Thursday, April 10, 2008

Picasso Versus Cezanne

The keynote at this year's NCTM conference in Salt Lake City was a talk by Malcolm Gladwell who was really good. His big theme was about the dichotomy between explosive genius (as personified by Pablo Picasso) and long-term, patient genius (as personified by Cezanne). Picasso did his most valuable work in his mid-twenties while Cezanne didn't peak until his 50's or 60's. It's not really a matter of being a late bloomer. It's about a different approach. One way is a flash of brilliance that is a great, fully-formed idea (Picasso-esque), while the other is achieved by slow, persistent change over a great deal of time (Cezanne-esque). In this talk, Gladwell has borrowed and expanded a bit on an idea by economist David Galenson (here is a synopsis of Galenson's findings.)

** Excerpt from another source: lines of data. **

// SPDX-License-Identifier: GPL-2.0-or-later
#include "model/joint_rank.h"

#include <algorithm>
#include <cmath>

#include "base/error.h"
#include "base/parallel.h"
#include "base/random.h"

namespace foreglow {
namespace {

constexpr std::int64_t l_block = 16;       // a column's piece of it is a few cache lines
constexpr double largest_cl_ratio = 1e-4;  // interface page, as in transform_plan
constexpr double window_that_counts = 1e-3;
constexpr double power_that_counts = 1e-14;  // of a map's variance: below it only rounding is left
constexpr std::size_t most_skeletons = 96;

void add_power(const std::vector<const Alm*>& components, std::size_t first_l, std::size_t end_l,
               std::vector<Matrix>& spectra) {
    const std::size_t count = components.size();
    for (std::size_t m = 0; m < end_l; ++m) {
        const double both_signs = m == 0 ? 1.0 : 2.0;
        for (std::size_t l = std::max(m, first_l); l < end_l; ++l) {
            const std::size_t at = components.front()->index(static_cast<int>(l), static_cast<int>(m));
            for (std::size_t j = 0; j < count; ++j) {
                const auto a = components[j]->values()[at];
                for (std::size_t k = 0; k <= j; ++k) {
                    const auto b = components[k]->values()[at];
                    spectra[l](j, k) += both_signs * (a.real() * b.real() + a.imag() * b.imag());
                }
            }
        }
    }
}

std::vector<Matrix> spectra_of(const std::vector<std::vector<const Alm*>>& sets) {
    const std::size_t count = sets.front().size();
    const auto l_count = static_cast<std::size_t>(sets.front().front()->lmax()) + 1;
    std::vector<Matrix> spectra(l_count, Matrix(count, count));
    parallel_for_blocks(
        static_cast<std::int64_t>(l_count), l_block, [&](std::int64_t begin, std::int64_t end) {
            for (const auto& set : sets)
                add_power(set, static_cast<std::size_t>(begin), static_cast<std::size_t>(end), spectra);
            for (auto l = static_cast<std::size_t>(begin); l < static_cast<std::size_t>(end); ++l)
                for (std::size_t j = 0; j < count; ++j)
                    for (std::size_t k = 0; k < j; ++k)
                        spectra[l](k, j) = spectra[l](j, k);
        });
    return spectra;
}

// The lower triangle L with L L^T = a, for a semi-definite a: a pivot that is only rounding leaves a column
// of zeros.
Matrix semidefinite_root(const Matrix& a) {
    const std::size_t n = a.rows;
    Matrix root(n, n);
    for (std::size_t j = 0; j < n; ++j) {
        double pivot = a(j, j);
        for (std::size_t k = 0; k < j; ++k)
            pivot -= root(j, k) * root(j, k);
        if (!(pivot > 1e-15 * a(j, j))) continue;
        root(j, j) = std::sqrt(pivot);
        for (std::size_t i = j + 1; i < n; ++i) {
            double sum = a(i, j);
            for (std::size_t k = 0; k < j; ++k)
                sum -= root(i, k) * root(j, k);
            root(i, j) = sum / root(j, j);
        }
    }
    return root;
}

double quadratic(const Matrix& a, const std::vector<double>& x) {
    double sum = 0;
    for (std::size_t i = 0; i < a.rows; ++i) {
        double row = 0;
        for (std::size_t j = 0; j < a.columns; ++j)
            row += a(i, j) * x[j];
        sum += x[i] * row;
    }
    return std::max(sum, 0.0);
}

class Factorisation {
  public:
    Factorisation(std::span<const Matrix> spectra, const Matrix& weights,
                  std::span<const std::vector<double>> windows)
        : spectra_(spectra), weights_(weights), windows_(windows), rms_(weights.rows) {
        parallel_for_blocks(static_cast<std::int64_t>(rms_.size()), 1, [&](std::int64_t c, std::int64_t) {
            const auto channel = static_cast<std::size_t>(c);
            double power = 0;
            for (std::size_t l = 2; l < spectra_.size(); ++l)
                power += channel_power(channel, l);
            rms_[channel] = std::sqrt(power);
        });
    }

    [[nodiscard]] double rms(std::size_t channel) const { return rms_[channel]; }

    // [channels][projections]: random projections of the channels' a_lm, each channel scaled to unit rms.
    [[nodiscard]] Matrix make_sketch(std::size_t projections) const {
        const std::size_t count = weights_.columns;
        std::vector<Matrix> mixed(spectra_.size(), Matrix(count, projections));
        parallel_for_blocks(
            static_cast<std::int64_t>(spectra_.size()), 8, [&](std::int64_t begin, std::int64_t end) {
                for (auto l = static_cast<std::size_t>(begin); l < static_cast<std::size_t>(end); ++l)
                    mix(l, mixed[l]);
            });
        Matrix sketch(weights_.rows, projections);
        parallel_for_blocks(static_cast<std::int64_t>(weights_.rows), 1, [&](std::int64_t c, std::int64_t) {
            const auto channel = static_cast<std::size_t>(c);
            for (std::size_t l = 0; l < spectra_.size(); ++l)
                for (std::size_t k = 0; k < count; ++k) {
                    const double factor = windows_[channel][l] * weights_(channel, k);
                    for (std::size_t p = 0; p < projections; ++p)
                        sketch(channel, p) += factor * mixed[l](k, p);
                }
            const double scale = rms_[channel] > 0 ? 1.0 / rms_[channel] : 0.0;
            for (std::size_t p = 0; p < projections; ++p)
                sketch(channel, p) *= scale;
        });
        return sketch;
    }

    // The rms of map_c - sum over r of x_r map_r over that of map_c, and the worst ratio of their spectra.
    void measure(std::size_t channel, const JointRank& rank, double& error, double& cl_ratio) const {
        const std::size_t count = weights_.columns;
        std::vector<double> rest(count);
        double power = 0;
        cl_ratio = 0;
        for (std::size_t l = 0; l < spectra_.size(); ++l) {
            for (std::size_t k = 0; k < count; ++k)
                rest[k] = windows_[channel][l] * weights_(channel, k);
            for (std::size_t r = 0; r < rank.skeletons.size(); ++r) {
                const std::size_t s = rank.skeletons[r];
                const double factor = rank.coefficients(channel, r) * windows_[s][l];
                for (std::size_t k = 0; k < count; ++k)
                    rest[k] -= factor * weights_(s, k);
            }
            const double left = quadratic(spectra_[l], rest);
            power += left;
            const double window = windows_[channel][l];
            const double map_power = channel_power(channel, l);
            if (l >= 2 && window * window > window_that_counts &&
                map_power > power_that_counts * rms_[channel] * rms_[channel])
                cl_ratio = std::max(cl_ratio, left / map_power);
        }
        error = rms_[channel] > 0 ? std::sqrt(power) / rms_[channel] : 0.0;
    }

  private:
    [[nodiscard]] double channel_power(std::size_t channel, std::size_t l) const {
        std::vector<double> x(weights_.columns);
        for (std::size_t k = 0; k < x.size(); ++k)
            x[k] = windows_[channel][l] * weights_(channel, k);
        return quadratic(spectra_[l], x);
    }
    void mix(std::size_t l, Matrix& out) const {
        const Matrix root = semidefinite_root(spectra_[l]);
        Matrix random(root.columns, out.columns);
        for (std::size_t k = 0; k < random.rows; ++k)
            for (std::size_t p = 0; p + 1 < out.columns; p += 2) {
                const auto pair = normal_pair({0, 0, static_cast<std::uint32_t>(p)},
                                              static_cast<std::uint32_t>(l), static_cast<std::uint32_t>(k));
                random(k, p) = pair[0];
                random(k, p + 1) = pair[1];
            }
        const double scale = 1.0 / std::sqrt(static_cast<double>(out.columns));
        for (std::size_t i = 0; i < out.rows; ++i)
            for (std::size_t k = 0; k < root.columns; ++k)
                for (std::size_t p = 0; p < out.columns; ++p)
                    out(i, p) += scale * root(i, k) * random(k, p);
    }

    std::span<const Matrix> spectra_;
    const Matrix& weights_;
    std::span<const std::vector<double>> windows_;
    std::vector<double> rms_;
};

// Gram-Schmidt with pivoting on the rows of the sketch; the most independent channel comes first.
std::vector<std::size_t> order_by_independence(Matrix sketch, std::size_t most, double tolerance) {
    std::vector<std::size_t> order;
    std::vector<double> left(sketch.rows);
    const auto norm = [&](std::size_t row) {
        double sum = 0;
        for (std::size_t p = 0; p < sketch.columns; ++p)
            sum += sketch(row, p) * sketch(row, p);
        return std::sqrt(sum);
    };
    for (std::size_t row = 0; row < sketch.rows; ++row)
        left[row] = norm(row);
    while (order.size() < most) {
        const auto best = static_cast<std::size_t>(std::max_element(left.begin(), left.end()) - left.begin());
        if (!(left[best] > tolerance)) break;
        order.push_back(best);
        const double length = norm(best);
        std::vector<double> direction(sketch.columns);
        for (std::size_t p = 0; p < sketch.columns; ++p)
            direction[p] = sketch(best, p) / length;
        parallel_for_blocks(
            static_cast<std::int64_t>(sketch.rows), 16, [&](std::int64_t begin, std::int64_t end) {
                for (auto row = static_cast<std::size_t>(begin); row < static_cast<std::size_t>(end); ++row) {
                    double dot = 0;
                    for (std::size_t p = 0; p < sketch.columns; ++p)
                        dot += sketch(row, p) * direction[p];
                    for (std::size_t p = 0; p < sketch.columns; ++p)
                        sketch(row, p) -= dot * direction[p];
                    left[row] = norm(row);
                }
            });
        left[best] = 0;
    }
    return order;
}

JointRank plain(std::size_t channels) {
    JointRank rank;
    rank.coefficients = Matrix(channels, channels);
    for (std::size_t c = 0; c < channels; ++c) {
        rank.skeletons.push_back(c);
        rank.coefficients(c, c) = 1.0;
    }
    rank.errors.assign(channels, 0.0);
    rank.largest_sum = 1;
    rank.is_plain = true;
    return rank;
}

// Coefficients of all channels on the skeletons, by least squares on the sketch.
JointRank fit(const Matrix& sketch, std::vector<std::size_t> skeletons, const Factorisation& factorisation) {
    JointRank rank;
    rank.skeletons = std::move(skeletons);
    const std::size_t channels = sketch.rows;
    const std::size_t count = rank.skeletons.size();
    rank.coefficients = Matrix(channels, count);
    rank.errors.assign(channels, 0.0);
    std::vector<double> sums(channels), ratios(channels);
    parallel_for_blocks(static_cast<std::int64_t>(channels), 1, [&](std::int64_t c, std::int64_t) {
        const auto channel = static_cast<std::size_t>(c);
        const auto own = std::find(rank.skeletons.begin(), rank.skeletons.end(), channel);
        if (own != rank.skeletons.end()) {
            rank.coefficients(channel, static_cast<std::size_t>(own - rank.skeletons.begin())) = 1.0;
            sums[channel] = 1;
            return;
        }
        Matrix a(sketch.columns, count);
        std::vector<double> b(sketch.columns);
        for (std::size_t p = 0; p < sketch.columns; ++p) {
            for (std::size_t r = 0; r < count; ++r)
                a(p, r) = sketch(rank.skeletons[r], p);
            b[p] = sketch(channel, p);
        }
        const auto x = solve_least_squares(std::move(a), std::move(b));
        for (std::size_t r = 0; r < count; ++r) {
            sums[channel] += std::abs(x[r]);
            rank.coefficients(channel, r) =
                x[r] * factorisation.rms(channel) / factorisation.rms(rank.skeletons[r]);
        }
        factorisation.measure(channel, rank, rank.errors[channel], ratios[channel]);
    });
    rank.largest_sum = *std::max_element(sums.begin(), sums.end());
    rank.worst_cl_ratio = *std::max_element(ratios.begin(), ratios.end());
    return rank;
}

}  // namespace

std::vector<Matrix> component_spectra(const std::vector<Alm>& components) {
    std::vector<const Alm*> set;
    set.reserve(components.size());
    for (const Alm& alm : components)
        set.push_back(&alm);
    return spectra_of({set});
}

std::vector<Matrix> component_spectra(const std::vector<AlmEB>& components) {
    std::vector<const Alm*> e, b;
    e.reserve(components.size());
    b.reserve(components.size());
    for (const AlmEB& alm : components) {
        e.push_back(&alm.e);
        b.push_back(&alm.b);
    }
    return spectra_of({e, b});
}

JointRank make_joint_rank(std::span<const Matrix> spectra, const Matrix& weights,
                          std::span<const std::vector<double>> windows, double tolerance) {
    FOREGLOW_EXPECTS(!spectra.empty() && weights.rows == windows.size() && tolerance > 0);
    const std::size_t channels = weights.rows;
    if (channels < 3) return plain(channels);
    const Factorisation factorisation(spectra, weights, windows);
    const std::size_t most = std::min(channels - 1, most_skeletons);
    const Matrix sketch = factorisation.make_sketch(2 * ((most + 24) / 2));
    for (double pivot = tolerance; pivot > 1e-4 * tolerance; pivot *= 0.3) {
        auto skeletons = order_by_independence(sketch, most + 1, pivot);
        if (skeletons.empty() || skeletons.size() > most) break;
        JointRank rank = fit(sketch, std::move(skeletons), factorisation);
        const double worst = *std::max_element(rank.errors.begin(), rank.errors.end());
        if (worst <= tolerance && rank.worst_cl_ratio <= largest_cl_ratio) return rank;
    }
    return plain(channels);
}

}  // namespace foreglow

Gladwell has given this talk other times, so has a synopsis and review of an earlier iteration of the talk. Here is the list of Picasso vs. Cezanne types I wrote down during the talk:

  • Melville (wrote Moby Dick in a year when he was 32, then not much else of note)
  • The Eagles (their fifth album was the huge hit Hotel California, after which they only put out one more)
  • GM/Ford/Chrysler (many innovations, but rarely persistent)
  • American math (students give up when answers don't come easily)
  • Mark Twain (wrote Huck Finn when 49. It took him over seven years to write it.)
  • Fleetwood Mac (Rumours was their 16th album!)
  • Japanese automakers (persisted for 20 years in engineering hybrids)
  • Asian math (persistent test takers)
Some things I took from the NCTM version of Gladwell's talk:
  • The folks who give the big international math test on which Western students get crushed by the Asian students (TIMMS) decided to put a questionaire at the beginning. There were a ton of questions and many students simply gave up. When you rank countries by how many questions their students answered in the pre-test (ungraded) questionaire, it turns out to look almost exactly like the list of how the countries did on the actual test. Implication: It's all about persistence. Asian students don't give up, but American and other western students do.
  • The implication with the artists is that they stopped being any good after their popular successes. Rather, I think some of the great ones (e.g., Picasso and Melville) simply became advanced.
Anyway, it was an interesting talk and many of the ideas are worth exploring.